THE INPUT:

import { describe, expect, it } from "vitest";
import type { Download } from "playwright-core";
import { openScenario } from "./auth";
import { canvasPixels, hexToRgb, paintedColours, plotArea, rgbDistance, type Rgb } from "./pixels";
import { suitePage } from "./suite";

/**
 * Plots painted in Quell's own colours, read back from the pixels the browser shows: the map's cells and its colour bar
 * lie on Quell's sequential scale, with the lowest and highest cells at its two ends; the step plot's traces are
 * Okabe–Ito colours. The colours are written out here from the design language (../shared/DESIGN-LANGUAGE.md,
 * "Colour") rather than imported from components/plots/palette.ts, so a palette that drifts from it fails here.
 */

/** Maps: paper → light teal → teal → signal teal → deep teal, linear in sRGB between equally spaced stops. */
const MAP_SCALE: readonly Rgb[] = ["#F7F5F0", "#CFE8E4", "#5FB3A8", "#0F766E", "#0B3B3A"].map(hexToRgb);
/** Traces: the Okabe–Ito colour-blind-safe palette (Okabe & Ito, 2008). */
const OKABE_ITO: readonly Rgb[] = ["#0072B2", "#D55E00", "#009E73", "#CC79A7", "#E69F00", "#56B4E9", "#F0E442", "#000000"].map(hexToRgb);

/** The scale's colour at t ∈ [0, 1]. */
function scaleAt(t: number): Rgb {
  const x = Math.max(0, Math.min(1, t)) * (MAP_SCALE.length - 1);
  const i = Math.min(MAP_SCALE.length - 2, Math.floor(x)), f = x - i;
  const a = MAP_SCALE[i]!, b = MAP_SCALE[i + 1]!;
  return [a[0] + f * (b[0] - a[0]), a[1] + f * (b[1] - a[1]), a[2] + f * (b[2] - a[2])];
}

/** How far a colour lies from the scale (the polyline through its stops in sRGB), and where along it (t) it is nearest. */
function nearestOnScale(c: Rgb): { distance: number; t: number } {
  let best = { distance: Infinity, t: 0 };
  for (let i = 0; i < MAP_SCALE.length - 1; i++) {
    const a = MAP_SCALE[i]!, b = MAP_SCALE[i + 1]!;
    const ab = [b[0] - a[0], b[1] - a[1], b[2] - a[2]], ac = [c[0] - a[0], c[1] - a[1], c[2] - a[2]];
    const f = Math.max(0, Math.min(1, (ab[0]! * ac[0]! + ab[1]! * ac[1]! + ab[2]! * ac[2]!) / (ab[0]! ** 2 + ab[1]! ** 2 + ab[2]! ** 2)));
    const p: Rgb = [a[0] + f * ab[0]!, a[1] + f * ab[1]!, a[2] + f * ab[2]!];
    const distance = rgbDistance(c, p);
    if (distance < best.distance) best = { distance, t: (i + f) / (MAP_SCALE.length - 1) };
  }
  return best;
}

/** The step plot's marks (10 %/90 %, peak, ±1 % band): muted ink, design language. */
const MARK_INK = hexToRgb("#5B6472");
/** The plots' faint grid (components/plots/palette.ts), which the traces cross. */
const GRID = hexToRgb("#ECE9E2");

const rgbOf = (p: readonly number[]): Rgb => [p[0]!, p[1]!, p[2]!];

async function readDownload(d: Download): Promise<string> {
  const chunks: Buffer[] = [];
  for await (const c of await d.createReadStream()) chunks.push(c as Buffer);
  return Buffer.concat(chunks).toString("utf8");
}

describe("plots are painted in Quell's palette", () => {
  const ui = suitePage((page) => openScenario(page, "designer"), { acceptDownloads: true });

  it("the step plot's traces, as the legend shows them and as the canvas paints them, are Okabe–Ito colours", async () => {
    const fig = ui.page.getByTestId("plot-step");
    await expect.poll(() => ui.page.getByTestId("toggle-command-current").isChecked()).toBe(true);
    await expect.poll(() => fig.getAttribute("data-series")).toContain("Command as current");
    const names = (await fig.getAttribute("data-series"))!.split("|");
    // the legend's swatch of each trace (row 0 is the time axis)
    const swatches = await fig.locator(".u-legend .u-series").evaluateAll((rows) =>
      rows.slice(1).map((r) => getComputedStyle(r.querySelector(".u-marker")!).borderTopColor));
    expect(swatches).toHaveLength(names.length);
    const colours = swatches.map((s) => rgbOf((s.match(/\d+/g) ?? []).map(Number)));
    for (const [i, c] of colours.entries()) {
      const nearest = Math.min(...OKABE_ITO.map((o) => rgbDistance(c, o)));
      expect(nearest, `${names[i]}: ${swatches[i]}`).toBe(0);
    }
    expect(new Set(swatches).size, "one colour per trace").toBe(swatches.length);

    // what the canvas paints inside the plot area: every trace's colour is there, and no colour off the palette is but
    // where two strokes cross or run together (a trace and the grid, or the grey marks of the 10 %/90 % points and the
    // ±1 % band)
    const census = await paintedColours(ui.page, '[data-testid="uplot-step"] canvas', await plotArea(ui.page, "uplot-step"), OKABE_ITO, 12, [MARK_INK, GRID]);
    for (const [i, c] of colours.entries()) {
      const n = census.near[OKABE_ITO.findIndex((o) => rgbDistance(c, o) === 0)]!;
      expect(n, `pixels painted in ${names[i]}'s colour`).toBeGreaterThanOrEqual(20);
    }
    expect(census.coloured).toBeGreaterThan(500);
    expect(census.offPalette / census.coloured, JSON.stringify(census)).toBeLessThan(0.02);
  });

  it("a 3 × 3 map's cells and colour bar lie on Quell's sequential scale, lowest cell at paper, highest at deep teal", async () => {
    await ui.page.getByTestId("studies-toggle").click();
    await ui.page.getByTestId("studies-tab-map").click();
    const setAxis = async (axis: "x" | "y", path: string, from: string, to: string) => {
      await ui.page.locator(`#studies-map-${axis}-path`).selectOption(path);
      await ui.page.locator(`#studies-map-${axis}-scale`).selectOption("log");
      for (const [field, value] of [["from", from], ["to", to], ["points", "3"]] as const) {
        const f = ui.page.locator(`#field-studies-map-${axis}-${field}`);
        await f.fill(value);
        await f.press("Enter");
        await expect.poll(() => f.getAttribute("aria-invalid")).not.toBe("true");
      }
    };
    // a compensation capacitor from ringing to well damped (docs/references.md §5a: more margin, less overshoot)
    await setAxis("x", "parts.compCapacitor", "100p", "10n");
    await setAxis("y", "parts.baseResistor", "100", "2.2k");
    await ui.page.locator("#map-metric").selectOption("overshootPct");
    await ui.page.getByTestId("map-run").click();
    await ui.page.locator('[data-testid="study-status-map"][data-status="done"]').waitFor({ timeout: 90_000 });

    const [csv] = await Promise.all([ui.page.waitForEvent("download"), ui.page.getByTestId("map-export-csv").click()]);
    const rows = (await readDownload(csv)).trimEnd().split("\r\n").slice(1).map((l) => l.split(",").map(Number));
    expect(rows).toHaveLength(9);
    const values = rows.map((r) => r[2]!);
    expect(values.every(Number.isFinite), `map values ${values.join(", ")}`).toBe(true);
    const lo = Math.min(...values), hi = Math.max(...values);
    expect(hi).toBeGreaterThan(lo);

    const canvas = ui.page.getByTestId("map-canvas");
    const [nx, ny] = (await canvas.getAttribute("data-grid"))!.split(" ").map(Number) as [number, number];
    expect([nx, ny]).toEqual([3, 3]);
    const [left, top, width, height] = (await canvas.getAttribute("data-cells-box"))!.split(" ").map(Number) as [number, number, number, number];
    // row-major as exported: value k is the cell (k mod nx) across, (k div nx) up from the bottom row
    const centres = values.map((_, k) => [left + ((k % nx) + 0.5) * (width / nx), top + (ny - 1 - Math.floor(k / nx) + 0.5) * (height / ny)] as const);
    const cells = (await canvasPixels(ui.page, '[data-testid="map-canvas"]', centres)).map((p) => {
      expect(p[3], "a cell is painted opaque").toBe(255);
      return rgbOf(p);
    });
    cells.forEach((c, k) => {
      const where = `cell ${k} (${values[k]}): rgb(${c.join(",")})`;
      expect(nearestOnScale(c).distance, `${where} lies on the scale`).toBeLessThanOrEqual(2);
      // and at the place its value takes between the map's lowest and highest (rounding to whole channels aside)
      expect(rgbDistance(c, scaleAt((values[k]! - lo) / (hi - lo))), `${where} sits where its value puts it`).toBeLessThanOrEqual(2);
    });
    expect(rgbDistance(cells[values.indexOf(lo)]!, MAP_SCALE[0]!), "the lowest cell is paper").toBeLessThanOrEqual(1);
    expect(rgbDistance(cells[values.indexOf(hi)]!, MAP_SCALE[MAP_SCALE.length - 1]!), "the highest cell is deep teal").toBeLessThanOrEqual(1);

    // the colour bar beside the map: the whole scale, deep teal (highest) at the top down to paper (lowest)
    const [barLeft, barTop, barWidth, barHeight] = (await canvas.getAttribute("data-scale-box"))!.split(" ").map(Number) as [number, number, number, number];
    const samples = 25;
    const bar = (await canvasPixels(ui.page, '[data-testid="map-canvas"]',
      Array.from({ length: samples }, (_, i) => [barLeft + barWidth / 2, barTop + 0.5 + (i / (samples - 1)) * (barHeight - 1)] as const))).map(rgbOf);
    const along = bar.map((c, i) => {
      const n = nearestOnScale(c);
      expect(n.distance, `bar sample ${i}: rgb(${c.join(",")}) lies on the scale`).toBeLessThanOrEqual(3);
      return n.t;
    });
    for (let i = 1; i < samples; i++) expect(along[i]!, `bar sample ${i} is no darker than the one above`).toBeLessThanOrEqual(along[i - 1]! + 0.005);
    expect(rgbDistance(bar[0]!, cells[values.indexOf(hi)]!), "the bar's top is the highest cell's colour").toBeLessThanOrEqual(3);
    expect(rgbDistance(bar[samples - 1]!, cells[values.indexOf(lo)]!), "the bar's foot is the lowest cell's colour").toBeLessThanOrEqual(3);
    // every stop of the scale shows on the bar (the polyline, not a chord that skips the teal)
    for (const stop of MAP_SCALE) expect(Math.min(...bar.map((c) => rgbDistance(c, stop)))).toBeLessThanOrEqual(12);
  });

  it("ran without page errors", () => {
    expect(ui.errors.filter((e) => !/Failed to load resource/.test(e))).toEqual([]);
  });
});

REQUIRED WORK: From the data above, output exactly the lines between the one containing "the bottom row" and the one containing "cells.forEach((c, k) =>", counting both of them.

OUTPUT OF THE TASK:
    // row-major as exported: value k is the cell (k mod nx) across, (k div nx) up from the bottom row
    const centres = values.map((_, k) => [left + ((k % nx) + 0.5) * (width / nx), top + (ny - 1 - Math.floor(k / nx) + 0.5) * (height / ny)] as const);
    const cells = (await canvasPixels(ui.page, '[data-testid="map-canvas"]', centres)).map((p) => {
      expect(p[3], "a cell is painted opaque").toBe(255);
      return rgbOf(p);
    });
    cells.forEach((c, k) => {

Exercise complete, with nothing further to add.